== Items from a dataset ==
▼
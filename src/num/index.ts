/**
 * num/: generic maths without control words. One concept per file; this list is the public surface.
 * Owners append their own lines.
 */
export { luFactor, luSolve, solve, determinant, matMul, matVec, identity, transpose, normInf, householderQ, solveComplexInPlace, solveHessenbergComplexInPlace } from './linalg.js';
export { eigenvalues, eigenvector, balance, hessenberg, hessenbergEigenvalues } from './eig.js';
export type { Eigenvalues } from './eig.js';
export { polyTrim, polyEval, polyEvalComplex, polyMul, polyAdd, polyFromRoots, polyRoots } from './poly.js';
export { nelderMead, nelderMeadSearch } from './nelder-mead.js';
export type { NelderMeadOptions, NelderMeadResult } from './nelder-mead.js';
export { Rng } from './rng.js';
export { levenbergMarquardt, leastSquaresCovariance } from './levenberg-marquardt.js';
export type { LevenbergMarquardtOptions, LevenbergMarquardtResult } from './levenberg-marquardt.js';
export { zohDiscretise, zohFractionalDelay } from './zoh.js';
export { jacobianConditioning } from './jacobian-conditioning.js';
export type { JacobianConditioning } from './jacobian-conditioning.js';
export { findEncodingProblem } from './utf8.js';
export type { EncodingProblem } from './utf8.js';
export { chiSquareCdf, chiSquareQuantile, gammaP, logGamma } from './chi-square.js';
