/**
 * Plant files compiled by model/ (compilePlant) run through the engine: linear kinds with delay.
 */
import { describe, it, expect } from 'vitest';
import { compilePlant, loadPlant } from '../../src/model/index.js';
import { runTrial } from '../../src/sim/index.js';
import { expectClose } from '../helpers/expect-close.js';
import { ConstantController } from './controllers.js';
import { loopConfig, manualStep, trial } from './loops.js';

const plantFile = (model: string) =>
  [
    'name: t',
    `model: ${model}`,
    'loop:',
    '  sample_time: 0.1 s',
    '  controller: { structure: pi, form: ideal, kc: 1, ti: 10 s }',
    '  trial: { duration: 10 s }',
    '',
  ].join('\n');

function compiled(model: string) {
  const loaded = loadPlant(plantFile(model), 't.yaml');
  expect(loaded.diagnostics.filter((d) => d.severity === 'error')).toEqual([]);
  return compilePlant(loaded.plant!);
}

describe('compiled linear plants', () => {
  it('first_order K = 2.5, T = 12 s, L = 3 s: y = K (1 − e^(−(t − 1 − L)/T)) after a step at 1 s', () => {
    // Ogata 2010 sec. 5-3 (first-order step response) shifted by the dead time.
    const p = compiled('{ type: first_order, gain: 2.5, time_constant: 12 s, delay: 3 s }');
    const res = runTrial(p, new ConstantController(0), loopConfig(0.1, 0.1), trial(60, [manualStep(1, 1)]));
    for (let k = 0; k < res.trace.length; k++) {
      const t = res.trace.t[k];
      const exact = t <= 4 ? 0 : 2.5 * (1 - Math.exp(-(t - 4) / 12));
      // RK4 at h/T = 1/120: global error (T/h)(z^5/120)K/e ~ 1e-11.
      expectClose(res.trace.y[k], exact, { abs: 1e-10 });
    }
  });

  it('transfer (1 − 2s)/(s + 1)^3: inverse response matches 1 − e^(−t)(1 + t + 3t²/2)', () => {
    // Inverse Laplace transform of (1 − 2s)/(s (s + 1)^3) by partial fractions (derived here):
    // 1/(s(s+1)^3) -> 1 − e^(−t)(1 + t + t²/2), and −2/(s+1)^3 -> −t² e^(−t).
    const p = compiled('{ type: transfer, numerator: [-2, 1], denominator: [1, 3, 3, 1] }');
    const worst = (h: number) => {
      const res = runTrial(p, new ConstantController(0), loopConfig(0.1, h), trial(40, [manualStep(0, 1)]));
      let err = 0;
      let lowest = Infinity;
      for (let k = 0; k < res.trace.length; k++) {
        const t = res.trace.t[k];
        err = Math.max(err, Math.abs(res.trace.y[k] - (1 - Math.exp(-t) * (1 + t + 1.5 * t * t))));
        lowest = Math.min(lowest, res.trace.y[k]);
      }
      return { err, lowest };
    };
    // Measured: 1.9e-10 at h = 0.01 s, largest just after the step where the response's high
    // derivatives are largest; the halving check shows it is RK4 truncation (Butcher 2016).
    const a = worst(0.01);
    const b = worst(0.005);
    expect(a.err).toBeLessThan(1e-9);
    expect(a.err / b.err).toBeGreaterThan(12);
    expect(a.err / b.err).toBeLessThan(20);
    const min = a.lowest;
    expect(min).toBeLessThan(-0.1); // the undershoot of the right-half-plane zero
  });
});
▲
Retype exactly the lines above, from the one with "2.5, time_constant: 12" through the one with "(T/h)(z^5/120)K/e ~ 1e-11.", inclusive.

== RESPONSE AREA ==
    const p = compiled('{ type: first_order, gain: 2.5, time_constant: 12 s, delay: 3 s }');
    const res = runTrial(p, new ConstantController(0), loopConfig(0.1, 0.1), trial(60, [manualStep(1, 1)]));
    for (let k = 0; k < res.trace.length; k++) {
      const t = res.trace.t[k];
      const exact = t <= 4 ? 0 : 2.5 * (1 - Math.exp(-(t - 4) / 12));
      // RK4 at h/T = 1/120: global error (T/h)(z^5/120)K/e ~ 1e-11.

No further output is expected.